Although a resonant antenna has by definition an almost purely resistive feed-point impedance at a particular frequency, many (if not most) applications require using an antenna over a range of frequencies. An antenna's bandwidth specifies the range of frequencies over which its performance does not suffer due to a poor impedance match. Bandwidth is typically quoted in terms of VSWR. For instance, an antenna may be described as operating at 100-400 MHz with a VSWR<1.5. This statement implies that the reflection coefficient is less than 0.2 across the quoted frequency range. Hence, of the power delivered to the antenna, only 4% of the power is reflected back to the transmitter.

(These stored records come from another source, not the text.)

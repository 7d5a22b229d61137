"""Rows of thick plates in 50 digits: one linear system of the intensities at every face.

Unknowns are |E_tan|^2 of the waves forward and back in each plate. What a film or a plate absorbs follows from
the conservation of flux alone: the flux that light from either side carries through a group of films is what leaves on
its far side plus the exact integrals over its films. No formula of the package is used.
"""

from __future__ import annotations

from dataclasses import dataclass

import mpmath as mp
from truth.reference import DIGITS, Media, admittances, normal_wavenumbers, solve


@dataclass(frozen=True)
class PlateAnswer:
    R: mp.mpf
    T: mp.mpf
    films: list
    plates: list


@dataclass(frozen=True)
class _Crossing:
    """A group of films lit by |E_tan|^2 = 1: powers reflected and passed (of |E_tan|^2) and the flux absorbed."""

    reflected: mp.mpf
    passed: mp.mpf
    films: list


def _lit(row, wavelength, p, b):
    media = Media(*(list(column) for column in zip(*row, strict=True)))
    # `solve` divides by Re y of the incident medium; a plate's is finite, so the product is the flux.
    found = solve(media, wavelength, 0, p, b)
    kappa = normal_wavenumbers(media, b)
    y = admittances(media, kappa, p)
    # From full to tangential fields; Re y of the last medium may be 0.
    first, last = (mp.mpc(media.n[j], -media.k[j]) for j in (0, -1))
    passed = abs(found.t * (kappa[-1] * first / (last * kappa[0]) if p else 1)) ** 2
    return _Crossing(found.R, passed, [a * mp.re(y[0]) for a in found.A]), y


def solve_plates(ends, groups, plates, wavelength, angle, p):
    """Return R, T, the absorptance of each film and of each plate.

    `ends`: (n, k) of the outer media. `groups`: one list of films (n, k, d in nm) before, between and behind
    the plates. `plates`: (n, k, d in nm).
    """
    with mp.workdps(DIGITS):
        b = mp.mpf(ends[0][0]) * mp.sin(mp.mpf(angle) * mp.pi / 180)
        k0 = 2 * mp.pi / mp.mpf(wavelength)
        between = [(*ends[0], 0), *plates, (*ends[1], 0)]
        there, back, y = [], [], []
        for j, films in enumerate(groups):
            row = [between[j], *films, between[j + 1]]
            crossing, admittance = _lit(row, wavelength, p, b)
            there.append(crossing)
            # Nothing comes back from the last medium.
            back.append(_lit(row[::-1], wavelength, p, b)[0] if j < len(plates) else None)
            y.append(mp.re(admittance[0]))
        y.append(mp.re(admittance[-1]))
        kappa = normal_wavenumbers(Media(*(list(c) for c in zip(*between, strict=True))), b)
        fade = [mp.exp(2 * kappa[j + 1].imag * k0 * mp.mpf(plates[j][2])) for j in range(len(plates))]
        # Unknowns: F_j at the front of plate j, B_j at its front (the wave that goes back).
        count = len(plates)
        matrix, right = mp.matrix(2 * count, 2 * count), mp.matrix(2 * count, 1)
        for j in range(count):
            matrix[2 * j, 2 * j] = 1
            matrix[2 * j, 2 * j + 1] = -back[j].reflected
            if j:
                matrix[2 * j, 2 * j - 2] = -there[j].passed * fade[j - 1]
            else:
                right[0] = there[0].passed
            # Back at the front = fade x (reflected by the next group x fade x F + what comes through it).
            matrix[2 * j + 1, 2 * j + 1] = 1
            matrix[2 * j + 1, 2 * j] = -fade[j] * there[j + 1].reflected * fade[j]
            if j + 1 < count:
                matrix[2 * j + 1, 2 * j + 3] = -fade[j] * back[j + 1].passed
        waves = mp.lu_solve(matrix, right)
        forward = [mp.mpf(1), *(waves[2 * j] * fade[j] for j in range(count))]  # onto each group from the front
        backward = [*(waves[2 * j + 1] for j in range(count)), mp.mpf(0)]  # onto each group from behind
        films, into = [], []
        for j in range(count + 1):
            behind = back[j].films[::-1] if j < count else [mp.mpf(0)] * len(groups[j])
            own = [forward[j] * a + backward[j] * c for a, c in zip(there[j].films, behind, strict=True)]
            films += [x / y[0] for x in own]
            leaves = forward[j] * there[j].passed * y[j + 1]
            returns = backward[j] * back[j].passed * y[j] if j < count else mp.mpf(0)
            lost_back = backward[j] * mp.fsum(behind)
            # Net flux at the far and at the near side of the group.
            far = leaves - returns - lost_back
            near = leaves + forward[j] * mp.fsum(there[j].films) - returns
            into.append((near, far))
        absorbed = [(into[j][1] - into[j + 1][0]) / y[0] for j in range(count)]
        reflected = there[0].reflected + backward[0] * back[0].passed
        return PlateAnswer(reflected, into[-1][1] / y[0], films, absorbed)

Alternatively, a return loss S11=20*log 10(0.2)=−13.98 dB. Note that the above does not imply that 96% of the power delivered to the antenna is transmitted in the form of electromagnetic radiation; losses must still be taken into account.
Antenna conductors have the lowest feed-point impedance at the resonant frequency where they are just under ¼ wavelength long. The reason a dipole antenna is used at the resonant frequency is not that the ability of a resonant antenna to transmit (or receive) fails at frequencies far from the resonant frequency but has to do with the impedance match between the antenna and the transmitter or receiver (and its transmission line).

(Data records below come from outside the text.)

"""Transmission peaks against closed forms, published widths and much finer grids."""

import mpmath as mp
import numpy as np
import pytest
from truth.reference import Media, solve

import filmstack as fs
from filmstack.constants import SPEED_OF_LIGHT_NM_PER_FS
from filmstack.errors import ArgumentError, CoherenceError

C = fs.constant
HIGH, LOW = C(2.35), C(1.45)


def quarter(material, wavelength, quarters=1):
    return fs.Layer(material, quarters * wavelength / (4.0 * material.index(wavelength).real))


def cavity(pairs, order=1, wavelength=1000.0, low=True, incident=1.52, leaving=1.52):
    """Return one cavity between mirrors of `pairs` high layers each."""
    h, w = quarter(HIGH, wavelength), quarter(LOW, wavelength)
    if low:
        layers = [*([h, w] * pairs)[:-1], quarter(LOW, wavelength, 2 * order), *([h, w] * pairs)[:-1]]
    else:
        layers = [*([h, w] * pairs), quarter(HIGH, wavelength, 2 * order), *([w, h] * pairs)]
    return fs.Stack(C(incident), layers, C(leaving))


# Exact widths of cavity filters of 2.35 / 1.45 in 1.52 over their wavelength, found by a separate program that follows
# the half-maximum points; within 2 % of the formula of H. A. Macleod, Thin-Film Optical Filters (from memory).
WIDTHS = [
    (5, 1, True, 0.00414512083497),
    (7, 1, True, 0.000593761099273),
    (5, 2, True, 0.00298574599158),
    (7, 2, True, 0.000429101894027),
    (5, 1, False, 0.00254402105759),
    (7, 1, False, 0.000366088120399),
]


@pytest.mark.parametrize(("pairs", "order", "low", "width"), WIDTHS)
def test_width_of_a_cavity_filter(pairs, order, low, width):
    found = fs.transmission_peaks(cavity(pairs, order, low=low), (950.0, 1050.0))
    assert found.complete
    assert found.resonances == 1
    (peak,) = found
    assert peak.wavelength_nm == pytest.approx(1000.0, rel=1e-14)
    assert peak.transmittance == pytest.approx(1.0, rel=1e-12)
    assert peak.fwhm_nm == pytest.approx(1000.0 * width, rel=1e-11)
    assert peak.half_high_nm - peak.half_low_nm == pytest.approx(peak.fwhm_nm, rel=1e-9)
    assert np.isnan(peak.finesse)


# C. R. Pidgeon, S. D. Smith, J. Opt. Soc. Am. 54, 1459 (1964), for the shift; peaks of this filter at 5 deg, 7 high
# layers each side, air / filter / 1.52, from a separate program.
@pytest.mark.parametrize(
    ("low", "polarization", "shifted", "effective"),
    [
        (True, "s", 0.9986188801, 1.6592366),
        (True, "p", 0.9986194683, 1.6592366),
        (False, "s", 0.9988850951, 1.8459415),
        (False, "p", 0.9988845078, 1.8459415),
    ],
)
def test_tilt_of_a_cavity_filter(low, polarization, shifted, effective):
    stack = cavity(7, low=low, incident=1.0)
    if not low:  # seven high layers outside the cavity
        assert len(stack.films) == 29
    (peak,) = fs.transmission_peaks(stack, (980.0, 1020.0), 5.0, polarization)
    assert peak.wavelength_nm == pytest.approx(1000.0 * shifted, abs=1e-7)
    assert peak.wavelength_nm == pytest.approx(
        1000.0 * np.sqrt(1 - np.sin(np.radians(5.0)) ** 2 / effective**2), abs=2e-3
    )


def test_peaks_of_a_plate():
    # Born and Wolf, Principles of Optics, section 7.6: full transmission where 2 n d = m lambda.
    found = fs.transmission_peaks(fs.Stack(C(1.0), [fs.Layer(C(1.5), 1e6)], C(1.0)), (600.1, 610.1))
    orders = np.arange(np.floor(3e6 / 600.1), 3e6 / 610.1, -1)
    np.testing.assert_allclose([peak.wavelength_nm for peak in found], 3e6 / orders, rtol=1e-14)
    assert found.complete
    assert found.resonances == len(found)
    # T falls to 0.852 only (checked against (2 n / (n^2 + 1))^2 elsewhere): no half-maximum points, hence no width.
    assert all(np.isnan(peak.fwhm_nm) and peak.note for peak in found)
    assert [peak.one_sided for peak in found] == [True] + [False] * (len(found) - 2) + [True]
    frequency = SPEED_OF_LIGHT_NM_PER_FS / (2 * 1.5 * 1e6)
    for peak in found:
        spacing = SPEED_OF_LIGHT_NM_PER_FS / peak.wavelength_nm**2 * peak.fsr_nm
        assert spacing == pytest.approx(frequency, rel=1e-10)


@pytest.mark.parametrize("pairs", [16, 22])
def test_a_line_too_narrow_for_any_grid(pairs):
    # Width of a cavity filter by the formula of Macleod (from memory): 4 nL^(2x-1) ns (nH - nL) / (pi nH^(2x) nH);
    # its error falls with the width.
    width = 1000.0 * 4 * 1.45 ** (2 * pairs - 1) * 1.52 * 0.9 / (np.pi * 2.35 ** (2 * pairs) * 2.35)
    (peak,) = found = fs.transmission_peaks(cavity(pairs), (950.0, 1050.0))
    assert found.complete
    assert peak.wavelength_nm == pytest.approx(1000.0, rel=1e-14)
    assert peak.fwhm_nm == pytest.approx(width, rel=1e-4)
    assert peak.transmittance == pytest.approx(1.0, abs=1e-9)


def test_no_peak_where_there_is_none():
    rising = fs.transmission_peaks(fs.Stack(C(1.0), [fs.Layer(C(1.38), 100.0)], C(1.52)), (600.0, 700.0))
    assert len(rising) == 0
    assert rising.complete
    assert any("600 nm" in note for note in rising.notes)
    flat = fs.transmission_peaks(fs.Stack(C(1.0), [], C(1.52)), (600.0, 700.0))
    matched = fs.transmission_peaks(fs.Stack(C(1.5), [fs.Layer(C(1.5), 5e4)], C(1.5)), (600.0, 700.0))
    assert (len(flat), flat.complete, flat.notes) == (0, True, ())
    assert (len(matched), matched.complete, matched.notes) == (0, True, ())


def test_bad_requests_are_refused():
    stack = cavity(3)
    with pytest.raises(
        ArgumentError, match=r"^band_nm: expected two wavelengths in nm, the shorter first, got \(7, 6\)"
    ):
        fs.transmission_peaks(stack, (7, 6))
    with pytest.raises(ArgumentError, match=r"^polarization: expected 's', 'p' or 'mean', got 'x'"):
        fs.transmission_peaks(stack, (600, 700), polarization="x")
    with pytest.raises(ArgumentError, match=r"^angle_deg: expected one angle below 90 deg, got 90"):
        fs.transmission_peaks(stack, (600, 700), 90)
    with pytest.raises(CoherenceError, match="Drop the plate"):
        fs.transmission_peaks(fs.Stack(C(1.0), [fs.Plate(C(1.5), 1.0)], C(1.0)), (600, 700))


def any_stack(rng):
    """Return a random stack of up to 24 layers, some with loss, dispersion or a thin metal."""
    loss = 10.0 ** rng.uniform(-6.0, -2.0) if rng.random() < 0.4 else 0.0
    media = [C(n, loss) for n in rng.uniform(1.3, 2.6, 3)]
    thickest = np.array([400.0, 400.0, 400.0])
    if rng.random() < 0.3:
        media[2] = fs.sellmeier([rng.uniform(1.0, 2.5)], [rng.uniform(0.005, 0.03)], 1.0)
    if rng.random() < 0.2:
        media[1], thickest[1] = C(0.1, 3.0), 30.0
    chosen = rng.integers(0, 3, rng.integers(1, 25))
    return fs.Stack(C(1.0), [fs.Layer(media[j], thickest[j] * rng.uniform(0.05, 1.0)) for j in chosen], C(1.5))


def grid_maxima(stack, band, angle, polarization, finest):
    """Return wavelength, T and step of the maxima on a grid 100 times finer than the finest width."""
    points = int(min(max(5_001, 100.0 * (band[1] - band[0]) / finest), 2_000_001))
    wavelength = np.linspace(*band, points)
    spectrum = fs.spectrum(stack, wavelength, angle)
    t = {"s": spectrum.T_s, "p": spectrum.T_p, "mean": spectrum.T}[polarization][0]
    top = np.flatnonzero((t[1:-1] > t[:-2]) & (t[1:-1] >= t[2:])) + 1
    wider = np.maximum(t[np.maximum(top - 3, 0)], t[np.minimum(top + 3, points - 1)])
    top = top[t[top] > wider * (1.0 + 1e-13)]  # above the rounding of the grid's own values
    return wavelength[top], t[top], wavelength[1] - wavelength[0]


@pytest.mark.parametrize("seed", range(10))
def test_random_stacks_against_a_grid_finer_than_any_line(seed):
    rng = np.random.default_rng(seed)
    for _ in range(20):
        stack, angle = any_stack(rng), float(rng.choice([0.0, 30.0, 60.0]))
        polarization, band = str(rng.choice(["s", "p", "mean"])), (500.0, 600.0)
        found = fs.transmission_peaks(stack, band, angle, polarization)
        assert found.complete
        widths = [peak.fwhm_nm for peak in found if not np.isnan(peak.fwhm_nm)]
        wavelength, transmittance, step = grid_maxima(stack, band, angle, polarization, min(widths, default=20.0))
        assert len(found) == len(wavelength)
        np.testing.assert_allclose([peak.wavelength_nm for peak in found], wavelength, rtol=0.0, atol=1.01 * step)
        assert all(peak.transmittance >= t * (1.0 - 1e-13) for peak, t in zip(found, transmittance, strict=True))


def coupled(count, outer, inner):
    """Return half-wave cavities between mirrors of `outer` and `inner` high layers."""
    h, w, space = quarter(HIGH, 1000.0), quarter(LOW, 1000.0), quarter(LOW, 1000.0, 2)
    layers = ([h, w] * outer)[:-1]
    for number in range(count):
        layers += [space, *([h, w] * (outer if number == count - 1 else inner))[:-1]]
    return fs.Stack(C(1.52), layers, C(1.52))


@pytest.mark.parametrize("count", [2, 3, 4, 5])
@pytest.mark.parametrize(("outer", "inner"), [(5, 8), (5, 10), (5, 11), (8, 16)])
def test_coupled_cavities_that_merge(count, outer, inner):
    found = fs.transmission_peaks(coupled(count, outer, inner), (950.0, 1050.0))
    assert found.complete
    assert found.resonances == count  # one pole a cavity, however they merge
    half_points = [x for peak in found for x in (peak.half_low_nm, peak.half_high_nm) if not np.isnan(x)]
    edge = 1.5 * max(abs(x - 1000.0) for x in half_points)
    band = (1000.0 - edge, 1000.0 + edge)
    wavelength, transmittance, step = grid_maxima(coupled(count, outer, inner), band, 0.0, "s", 0.02 * edge)
    assert len(found) == len(wavelength)
    np.testing.assert_allclose([peak.wavelength_nm for peak in found], wavelength, rtol=0.0, atol=1.01 * step)
    np.testing.assert_allclose([peak.transmittance for peak in found], transmittance, rtol=1e-4)
    if (outer, inner) == (5, 8):
        assert len(found) == count
    if (count, outer, inner) == (2, 5, 11):
        assert len(found) == 1


def airy(reflectance):
    """Return the index of two media whose face to air has this reflectance."""
    return (1.0 + np.sqrt(reflectance)) / (1.0 - np.sqrt(reflectance))


@pytest.mark.parametrize(
    ("reflectance", "finesse"),
    # Exact finesse of an Airy function: pi / (2 asin((1 - R) / (2 sqrt R))). N. Ismail et al., Opt. Express 24, 16366
    # (2016).
    [(0.5, 4.34681580829), (0.9, 29.7899558830), (0.99, 312.583206682), (0.999, 3140.02133340)],
)
def test_finesse_of_an_air_gap(reflectance, finesse):
    n = C(airy(reflectance))
    found = fs.transmission_peaks(fs.Stack(n, [fs.Layer(C(1.0), 1e6)], n), (632.0, 634.0))
    assert found.complete
    assert found.resonances == len(found) == 10
    for peak in found.peaks[1:-1]:
        assert peak.finesse == pytest.approx(finesse, rel=1e-9)
        assert peak.transmittance == pytest.approx(1.0, rel=1e-9)
        # 1.000 mm of air: c / 2d = 149.896229 GHz; at R = 0.99 the exact width is 0.47954024975 GHz.
        assert 299792.458 / peak.wavelength_nm**2 * peak.fsr_nm * 1e3 == pytest.approx(149.896229, rel=1e-8)
        if reflectance == 0.99:
            assert 299792458.0 / peak.wavelength_nm / peak.q == pytest.approx(0.47954024975, rel=1e-9)


def test_finesse_of_a_million():
    # Lines of 0.01 pm, 10 nm apart, in a band of 100 nm: an air gap of 18 um between faces of R = 1 - pi / 1e6.
    n = C(airy(1.0 - np.pi * 1e-6))
    found = fs.transmission_peaks(fs.Stack(n, [fs.Layer(C(1.0), 18_000.0)], n), (550.5, 650.5))
    assert found.complete
    assert [peak.wavelength_nm for peak in found] == pytest.approx([36_000.0 / m for m in range(65, 55, -1)], rel=1e-12)
    assert found.resonances == 10
    for peak in found.peaks[1:-1]:
        assert peak.finesse == pytest.approx(1e6, rel=1e-5)
        assert peak.fwhm_nm == pytest.approx(1e-5, rel=0.2)


@pytest.mark.parametrize(("pairs", "digits"), [(7, 1e-11), (16, 1e-10), (22, 1e-7)])
def test_width_against_fifty_digits(pairs, digits):
    # Root of T = T_max / 2 on both sides by the Airy recursion of `reference`; the last line is 0.3 fm wide.
    stack = cavity(pairs)
    (peak,) = fs.transmission_peaks(stack, (950.0, 1050.0))
    n = [1.52, *(float(film.material.index(1000.0).real) for film in stack.films), 1.52]
    media = Media(n, [0.0] * len(n), [0.0, *stack.thickness_nm.tolist(), 0.0])
    with mp.workdps(50):

        def excess(wavelength):
            return solve(media, wavelength, 0, False).T - mp.mpf(1) / 2

        half = mp.mpf(peak.fwhm_nm) / 2
        ends = [
            mp.findroot(excess, (peak.wavelength_nm + side * half, peak.wavelength_nm + side * half * 1.01), tol=1e-30)
            for side in (-1, 1)
        ]
        assert peak.fwhm_nm == pytest.approx(float(ends[1] - ends[0]), rel=digits)


def test_absorbing_and_dispersive_media():
    # Silver of a table between high-index films: the only check is the grid, at both oblique polarizations.
    silver, high = fs.material("Ag"), fs.material("TiO2")
    films = [(high, 60.0), (silver, 40.0), (high, 120.0), (silver, 40.0), (high, 60.0)]
    stack = fs.Stack(fs.material("air"), [fs.Layer(*film) for film in films], fs.material("glass"))
    for polarization in ("s", "p", "mean"):
        found = fs.transmission_peaks(stack, (450.0, 900.0), 30.0, polarization)
        wavelength, transmittance, step = grid_maxima(stack, (450.0, 900.0), 30.0, polarization, 5.0)
        assert found.complete
        assert len(found) == len(wavelength) > 0
        np.testing.assert_allclose([peak.wavelength_nm for peak in found], wavelength, rtol=0.0, atol=1.01 * step)
        np.testing.assert_allclose([peak.transmittance for peak in found], transmittance, rtol=1e-5)


def test_where_light_begins_to_leave_the_search_says_so():
    # Dispersion carries the exit face through the critical angle inside the band: T begins with a square root there.
    prism = fs.sellmeier([1.25], [0.01], 1.0)
    angle = float(np.degrees(np.arcsin(1.0 / prism.index(550.0).real)))
    stack = fs.Stack(prism, [fs.Layer(C(2.3), 1000.0)], C(1.0))
    found = fs.transmission_peaks(stack, (500.0, 600.0), angle)
    assert not found.complete
    assert any(
        note.startswith("not resolved from 550") or note.startswith("not resolved from 549.99") for note in found.notes
    )
    wavelength, _, step = grid_maxima(stack, (551.0, 600.0), angle, "s", 5.0)
    np.testing.assert_allclose([peak.wavelength_nm for peak in found], wavelength, rtol=0.0, atol=1.01 * step)


def test_table_and_sequence_of_a_result():
    found = fs.transmission_peaks(fs.Stack(C(1.0), [fs.Layer(C(4.0), 1000.0)], C(1.0)), (510.0, 690.0))
    frame = found.to_frame()
    assert len(found) == len(frame) == 4
    assert frame["wavelength_nm"].tolist() == [peak.wavelength_nm for peak in found]
    assert found[-1] is found.peaks[-1]
    axes = found.plot()
    assert axes.get_ylabel() == "T (%)"


@pytest.mark.parametrize(
    ("index", "peaks"), [(1.5, 1), (1.51997, 1), (1.519975, 1), (1.5200023313, None), (1.521, 2), (1.7, 2)]
)
def test_two_cavities_about_to_merge(index, peaks):
    # One layer between them carries the two lines through the index of 1.51997, where they become one with a flat top;
    # next to it the dip between them falls below the rounding of T, and one or two is as good an answer.
    h, w, space = quarter(HIGH, 1000.0), quarter(LOW, 1000.0), quarter(LOW, 1000.0, 2)
    between = [*([h, w] * 10)[:9], quarter(C(index), 1000.0), *([h, w] * 10)[10:19]]
    stack = fs.Stack(C(1.52), [*([h, w] * 5)[:-1], space, *between, space, *([h, w] * 5)[:-1]], C(1.52))
    found = fs.transmission_peaks(stack, (990.0, 1010.0))
    assert found.complete
    assert found.resonances == 2
    assert len(found) == peaks or (peaks is None and len(found) in (1, 2))
    for peak in found:
        t = fs.spectrum(stack, peak.wavelength_nm + np.array([-1e-2, 0.0, 1e-2])).T_s[0]
        assert t[1] >= max(t[0], t[2]) * (1.0 - 1e-9)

As mentioned earlier, higher the gain of an antenna the smaller the effective angle of use. This directly impacts the choice of the antenna for a specific function. In mobile cellular applications the factors discussed above play an important consideration in trying to realize a small form factor efficient antenna.
In recent years, there is increasing interest in the worldwide unlicensed band at 60 GHz for wireless data communication services. The frequency bands for the operation of these millimeter wavelength radio frequencies are different for various regions in the world. In 2001, the United States Federal Communications Commission (FCC) released 7 GHz of bandwidth (57-64) GHz for unlicensed use, while other governments have similarly allowed portions of the 60 GHz band to be used without a license. The use of this frequency band offers interesting features such as high available bandwidth and high capacity for mobile data communication services. However, the main disadvantages of the unlicensed band at 60 GHz are the high path losses (30 dB higher than 2 GHZ) and the oxygen absorption (around 10-15 dB/km). Patches and dielectric resonator antennas may be used to provide high gain at 60 GHz however these have a disadvantage of having to tradeoff one or more characteristics such as gain, directivity and bandwidth.